=== Exercise goal ===
Once you find the line containing "seat already held." in the data below, copy it and each following line exactly, up to and including the line containing "join import_seats a", and nothing else.

=== Source records ===
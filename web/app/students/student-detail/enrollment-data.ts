import { HttpClient } from '@angular/common/http';
import { Injectable, inject } from '@angular/core';
import type { Observable } from 'rxjs';
import {
  enrollmentSchema,
  type Enrollment,
  type EnrollmentInput,
  type EnrollmentPatch,
} from '@shared/api/enrollment';
import { parsedWith } from '../../core/parse';

/** Seats students in ensembles through `/api/enrollments`. */
@Injectable({ providedIn: 'root' })
export class EnrollmentData {
  private readonly http = inject(HttpClient);

  create(input: EnrollmentInput): Observable<Enrollment> {
    return this.http.post('/api/enrollments', input).pipe(parsedWith(enrollmentSchema));
  }

  update(id: number, patch: EnrollmentPatch): Observable<Enrollment> {
    return this.http.patch(`/api/enrollments/${id}`, patch).pipe(parsedWith(enrollmentSchema));
  }
}
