/**
 * Seats each row's student in its ensemble for the year; answers the seats that changed. A new
 * student has no seats yet, so theirs are plain inserts; the rest may meet a seat already held.
 */
async function seatStudents(session: SqlSession, schoolYearId: number) {
  const seats = await queryJson<string>(
    session,
    `with prior_seats as (
       select en.id, en.instrument_id, en.active from enrollments en
       join students s on s.id = en.student_id
       join import_seats a on a.student_number = s.student_number and a.ensemble_id = en.ensemble_id
       where not a.new_student and en.school_year_id = $1::int
     ), seated_new as (
       insert into enrollments (student_id, ensemble_id, school_year_id, instrument_id)
       select s.id, a.ensemble_id, $1::int, a.instrument_id
       from import_seats a join students s on s.student_number = a.student_number
       where a.new_student
       returning student_id, ensemble_id
     ), seated as (
       insert into enrollments (student_id, ensemble_id, school_year_id, instrument_id)
       select s.id, a.ensemble_id, $1::int, a.instrument_id
       from import_seats a join students s on s.student_number = a.student_number
       where not a.new_student
       on conflict (student_id, ensemble_id, school_year_id) do update
         set instrument_id = coalesce(excluded.instrument_id, enrollments.instrument_id), active = true,
           version = enrollments.version + 1, updated_at = now()
         where (enrollments.instrument_id, enrollments.active)
           is distinct from (coalesce(excluded.instrument_id, enrollments.instrument_id), true)
       returning id, student_id, ensemble_id, version
     ), journaled as (
       insert into import_journal (kind, student_id, enrollment_id, ensemble_id, before, version_after)
       select case when p.id is null then 'seat-added' else 'seat-changed' end, seated.student_id,
         seated.id, seated.ensemble_id,
         case when p.id is null then null
           else jsonb_build_object('instrument_id', p.instrument_id, 'active', p.active) end,
         seated.version
       from seated left join prior_seats p on p.id = seated.id
     ), changed as (
       select student_id, ensemble_id from seated_new union all select student_id, ensemble_id from seated
     )
     select json_agg(s.student_number || ' ' || changed.ensemble_id)::text as json
     from changed join students s on s.id = changed.student_id`,
    [schoolYearId],
  );
  return new Set(seats);
}

/** Withdraws active students of the file's schools the file does not list; answers how many. */
async function withdrawMissing(
  session: SqlSession,
  schoolIds: number[],
  schoolYearId: number | null,
  userId: number | null,
) {
  const [row] = await session.query<{ count: number }>(
    `with gone as (
       update students s set status = 'withdrawn', version = s.version + 1, updated_at = now()
       where s.school_id = any($2::int[]) and s.status = 'active'
         and not exists (select 1 from import_listed l where l.student_number = s.student_number)
       returning s.id, s.student_number, s.version
     ), unseated as (
       update enrollments en set active = false, version = en.version + 1, updated_at = now()
       from gone where en.student_id = gone.id and en.school_year_id = $3::int and en.active
       returning en.id, en.student_id, en.ensemble_id, en.version
     ), journaled as (
       insert into import_journal (kind, student_id, enrollment_id, ensemble_id, before, version_after)
       select 'student-withdrawn', id, null, null, jsonb_build_object('status', 'active'), version from gone
       union all
       select 'seat-ended', student_id, id, ensemble_id, jsonb_build_object('active', true), version from unseated
     )
     , audited as (
       insert into audit_log (user_id, action, entity, entity_id, before, after)
       select $1::int, 'withdraw', 'student', gone.id::text, jsonb_build_object('status', 'active'),
         jsonb_build_object('status', 'withdrawn', 'student_number', gone.student_number)
       from gone
     )
     select count(*)::int as count from gone`,
    [userId, schoolIds, schoolYearId],
  );
  return row!.count;
}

=== Expected output ===
 * student has no seats yet, so theirs are plain inserts; the rest may meet a seat already held.
 */
async function seatStudents(session: SqlSession, schoolYearId: number) {
  const seats = await queryJson<string>(
    session,
    `with prior_seats as (
       select en.id, en.instrument_id, en.active from enrollments en
       join students s on s.id = en.student_id
       join import_seats a on a.student_number = s.student_number and a.ensemble_id = en.ensemble_id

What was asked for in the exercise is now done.